O estudo, financiado pela FAPESP, analisou dados de 32 pacientes que morreram. Foram incluídos resultados de testes para a presença de CHIKV no organismo, informações laboratoriais e de autópsia. Em amostras de soro sanguíneo, líquido cefalorraquidiano e outros tecidos (como cérebro, coração, fígado, baço e rins), foram realizados exames de histopatologia, quantificação de citocinas, metabolômica, proteômica e análises genômicas virais, além de reações em cadeia da polimerase por transcrição reversa em tempo real (RT-qPCR).

Para fins de comparação, os cientistas também avaliaram amostras e exames de outros dois grupos, sendo um composto por 39 sobreviventes de infecção aguda por CHIKV e outro por 15 doadores de sangue (adultos sem nenhuma infecção e presumivelmente saudáveis).

Um dos achados que mais chamaram a atenção dos pesquisadores foi a presença do CHIKV em amostras de líquido cefalorraquidiano, indicando sua capacidade de atravessar a barreira hematoencefálica, uma camada física que protege o sistema nervoso central e normalmente impede a entrada de patógenos.

Segundo o artigo, essa “invasão” ocorre por meio de dois mecanismos: no primeiro, o vírus infecta monócitos CD14+CD16+ e, na presença de altos níveis de CCL-2, migra através da barreira e é transportado para o cérebro; no segundo, a infecção afeta proteínas importantes para manter unidas as células epiteliais da barreira hematoencefálica.

“No sangue, observamos uma alteração severa na cascata de coagulação, com a diminuição de algumas proteínas-chave, bem como danos hemodinâmicos nos órgãos, ou seja, excesso de líquidos.

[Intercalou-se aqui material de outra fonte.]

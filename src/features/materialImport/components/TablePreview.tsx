import type { ImportTable } from '../../../../shared/materialImport.ts';
import { formatCount, formatPlain } from '../../../lib/format.ts';
import type { ColumnPlan } from '../model/columnPlan.ts';
import { ColumnHead } from './ColumnHead.tsx';

type TablePreviewProps = { table: ImportTable; plan: ColumnPlan; onPlan: (plan: ColumnPlan) => void };

/** The first and last rows as they were read, under what each column means. */
export function TablePreview({ table, plan, onPlan }: TablePreviewProps) {
  // A short table is shown whole: its last rows are among the first.
  const shown = table.firstRows.at(-1)?.line ?? 0;
  const lastRows = table.lastRows.filter(({ line }) => line > shown);
  const skipped = table.rowCount - table.firstRows.length - lastRows.length;
  const cells = (rows: ImportTable['firstRows']) =>
    rows.map(({ line, cells: values }) => (
      <tr key={line} className="border-t border-line">
        <th scope="row" className="py-1 pr-4 pl-3 text-right font-normal text-muted">
          {line}
        </th>
        {table.columns.map((_, column) => {
          const value = values[column] ?? null;
          return (
            <td
              key={column}
              className={`px-3 py-1 text-right ${plan.roles[column] === 'unused' ? 'text-muted' : ''}`}
            >
              {value === null ? <span className="text-warn">empty</span> : formatPlain(value)}
            </td>
          );
        })}
      </tr>
    ));
  return (
    <div
      tabIndex={0}
      role="region"
      aria-label="First and last rows of the table"
      className="overflow-x-auto rounded-control border border-line"
    >
      <table className="text-left text-note">
        <thead>
          <tr className="align-top">
            <th scope="col" className="py-2.5 pr-4 pl-3 text-right font-medium text-muted">
              line
            </th>
            {table.columns.map((column, place) => (
              <th key={place} scope="col" className="px-2 py-2.5">
                <ColumnHead
                  number={place + 1}
                  column={column}
                  role={plan.roles[place] ?? 'unused'}
                  units={plan.units}
                  onRole={(role) =>
                    onPlan({ ...plan, roles: plan.roles.map((one, at) => (at === place ? role : one)) })
                  }
                  onUnits={(units) => onPlan({ ...plan, units })}
                />
              </th>
            ))}
          </tr>
        </thead>
        <tbody>
          {cells(table.firstRows)}
          {skipped > 0 ? (
            <tr className="border-t border-line">
              <td colSpan={table.columns.length + 1} className="px-3 py-1 text-muted">
                … {formatCount(skipped)} more rows …
              </td>
            </tr>
          ) : null}
          {cells(lastRows)}
        </tbody>
      </table>
    </div>
  );
}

No sistema imune, os níveis de citocinas associadas à inflamação se mostraram maiores que os observados em pacientes com chikungunya que sobreviveram”, explica William Marciel de Souza, professor na University of Kentucky (Estados Unidos) e primeiro autor do estudo.

Compreender os mecanismos biológicos de qualquer doença contribui para o desenvolvimento de tratamentos eficazes, biomarcadores prognósticos e estratégias de manejo clínico. De acordo com os pesquisadores envolvidos no trabalho, isso é fundamental no caso do chikungunya por dois motivos:

“Ainda não existem programas de imunização em grande escala – a primeira vacina contra o vírus foi aprovada pela Food and Drug Administration [órgão norte-americano de vigilância sanitária] em novembro do ano passado – e os surtos devem continuar seguindo o mesmo padrão no Brasil, ou seja, afetando muitas pessoas de uma vez, porém, em pequenos bolsões geográficos”, avalia José Luiz Proença Módena, professor do Instituto de Biologia da Unicamp. “As equipes de saúde pública precisam estar preparadas para isso, inclusive com vigilância genômica, sorológica e em porta de UTI [unidade de terapia intensiva].”

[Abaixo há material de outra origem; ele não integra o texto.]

import fc from 'fast-check';
import { describe, expect, it } from 'vitest';
import type { Vector } from '../../../../shared/complex.ts';
import {
  describeM,
  drawnAngleDeg,
  isTransverse,
  lengthOf,
  turnedTo,
  withComponent,
  withLength,
} from './magnetization.ts';

describe('naming m', () => {
  it('uses the geometry along an axis, with its length where it is not saturated', () => {
    expect(describeM([0, 0, 1])).toBe('polar, +z');
    expect(describeM([-1, 0, 0])).toBe('longitudinal, −x');
    expect(describeM([0, 0.5, 0])).toBe('transverse, +y, 0.5');
    expect(describeM([0.48, 0.6, 0.64])).toBe('0.48, 0.6, 0.64');
    expect(describeM([0, 0, 0])).toBe('m = 0');
  });
});

describe('turning the arrow', () => {
  it('lands exactly on the axes', () => {
    expect(turnedTo([0, 0, 1], 0)).toEqual([1, 0, 0]);
    expect(turnedTo([1, 0, 0], -90)).toEqual([0, 0, -1]);
    expect(turnedTo([1, 0, 0], 450)).toEqual([0, 0, 1]);
  });

  it('keeps the part across the drawing, and brings a transverse m into it', () => {
    expect(turnedTo([0.6, 0.8, 0], 90)).toEqual([0, 0.8, 0.6]);
    expect(turnedTo([0, 0.7, 0], 0)).toEqual([0.7, 0, 0]);
    expect(turnedTo([0, 0, 0], 90)).toEqual([0, 0, 1]);
  });

  it('keeps the length, whatever the angle', () => {
    const part = fc.double({ min: -0.57, max: 0.57, noNaN: true });
    fc.assert(
      fc.property(part, part, part, fc.integer({ min: -720, max: 720 }), (x, y, z, angle) => {
        const m: Vector = [x, y, z];
        fc.pre(Math.hypot(x, z) > 1e-3);
        const turned = turnedTo(m, angle);
        expect(lengthOf(turned)).toBeCloseTo(lengthOf(m), 9);
        const difference = ((((drawnAngleDeg(turned) - angle) % 360) + 540) % 360) - 180;
        expect(Math.abs(difference)).toBeLessThan(1e-6);
      }),
    );
  });
});

describe('typing m', () => {
  it('keeps a typed component and shortens the others where m would be longer than 1', () => {
    const m = withComponent([0, 0, 1], 0, 0.6);
    expect(m[0]).toBe(0.6);
    expect(m[2]).toBeCloseTo(0.8, 11);
    expect(withComponent([0, 0, 0.5], 1, 0.5)).toEqual([0, 0.5, 0.5]);
    expect(lengthOf(withComponent([0.6, 0, 0.8], 1, 1))).toBe(1);
  });

  it('scales to a length and gives m = 0 a direction', () => {
    expect(withLength([0, 1, 0], 0.25)).toEqual([0, 0.25, 0]);
    expect(withLength([0, 0, 0], 1)).toEqual([0, 0, 1]);
  });
});

describe('isTransverse', () => {
  it('wants every m along y, and at least one', () => {
    expect(
      isTransverse([
        [0, 1, 0],
        [0, -0.5, 0],
        [0, 0, 0],
      ]),
    ).toBe(true);
    expect(
      isTransverse([
        [0, 1, 0],
        [0, 0, 1],
      ]),
    ).toBe(false);
    expect(isTransverse([[0, 0, 0]])).toBe(false);
    expect(isTransverse([])).toBe(false);
  });
});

“Além disso, quadros de insuficiência cardíaca e neurológicos não são tradicionalmente associados à doença, mas, em uma fração da população acometida por esse vírus, isso pode ocorrer e deixar sequelas ou até mesmo levar à morte”, completa Souza.

A pesquisa também recebeu apoio do Conselho Nacional de Desenvolvimento Científico e Tecnológico (CNPq), da Fundação Bill & Melinda Gates, do Global Virus Network, Ministério da Ciência, Tecnologia e Inovação (MCTI), National Institutes of Health (NIH), Burroughs Wellcome Fund e Wellcome Trust.

O artigo Pathophysiology of chikungunya virus infection associated with fatal outcomes pode ser lido em: www.cell.com/cell-host-microbe/fulltext/S1931-3128(24)00054-4.